Difference Between Linux/aarch64 and Jetson/aarch64

Hello,

I want to use Jetson aarch64 docker container on Windows but docker multiarchitecture does not support jetson/aarch64. İt only supports linux/aarch64. What is difference between linux/aarch64 and jetpack/aarxh64? If I use linux/aarch64 for container instead of jetson/aarch64, is there any major difference or it is ok? (Briefly I am curious about their difference)

Hi,

Could you share with us your use case and why you need to run the Jetson image on the host?

In general, the Jetson-based image indicates support for the integrated GPU.
Other aarch64 images might build for the discrete GPU.

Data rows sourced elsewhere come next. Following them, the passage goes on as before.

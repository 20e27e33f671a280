import { can, type AnalysisRecord, type Review, type Role } from '@tallyfit/contracts';

/** What the signed-in person may do with an analysis from its result page. */
export interface ReviewActions {
  /** Sign off or return it (a reviewer, while it waits for review, never on their own work). */
  decide: boolean;
  /** Hand it to a reviewer (its author, or an admin, while it is a draft or was returned). */
  submit: boolean;
  /** Take a submission back to draft (its author only, while it waits). */
  withdraw: boolean;
  /** Change the title and notes (its author or an admin, until it is signed off: then it is frozen). */
  edit: boolean;
  /** Open the flow pre-filled and store the changed run as a new version (not while a reviewer has it). */
  changeAndRerun: boolean;
  /** Delete it with all its versions (its author or an admin; once signed off, only an admin). */
  remove: boolean;
}

type Person = { id: number; role: Role } | null;

export function reviewActions(analysis: Pick<AnalysisRecord, 'status' | 'isLatest' | 'author'>, person: Person): ReviewActions {
  const role = person?.role ?? null;
  const own = person !== null && analysis.author.id === person.id;
  const runs = can(role, 'analyses.run');
  const authorOrAdmin = runs && (own || role === 'admin');
  const latest = analysis.isLatest;
  const { status } = analysis;
  return {
    decide: can(role, 'analyses.review') && !own && latest && status === 'in_review',
    submit: authorOrAdmin && latest && (status === 'draft' || status === 'returned'),
    withdraw: runs && own && latest && status === 'in_review',
    edit: authorOrAdmin && status !== 'signed_off',
    changeAndRerun: authorOrAdmin && latest && status !== 'in_review',
    remove: authorOrAdmin && (status !== 'signed_off' || role === 'admin'),
  };
}

/** The return a person must act on: the latest decision, when it was a return. */
export function openReturn(status: AnalysisRecord['status'], reviews: readonly Review[]): Review | null {
  const latest = reviews.at(-1);
  return status === 'returned' && latest?.decision === 'returned' ? latest : null;
}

If you want to cross-compile an app on the host, you can use the image below instead:

Thanks.

Hello @AastaLLL

I want to test my jetson device projects without using physically Jetson device. So I want to use Jetson container on my windows computer. That’s why I want to run Jetson image on Windows (x86_64)

If I use the link that you shared, it gives me the cross compile but can I test and run my project in this container on Windows?

Hi,

It depends on the use case.

For example, if you use PyTorch + OpenCV.
You can test it with a desktop container that installed the same PyTorch version.

But if your app use some Jetson-specific hardware, ex Deepstream or MMAPI.
Please test it directly on the Jetson device.

Thanks.

Hello @AastaLLL

I will use Pytorch and similar libraries, can I use the container that you shared with me (JetPack Cross Compilation container | NVIDIA NGC) for pytorch projects? Or is there other containers for that? How can I find them?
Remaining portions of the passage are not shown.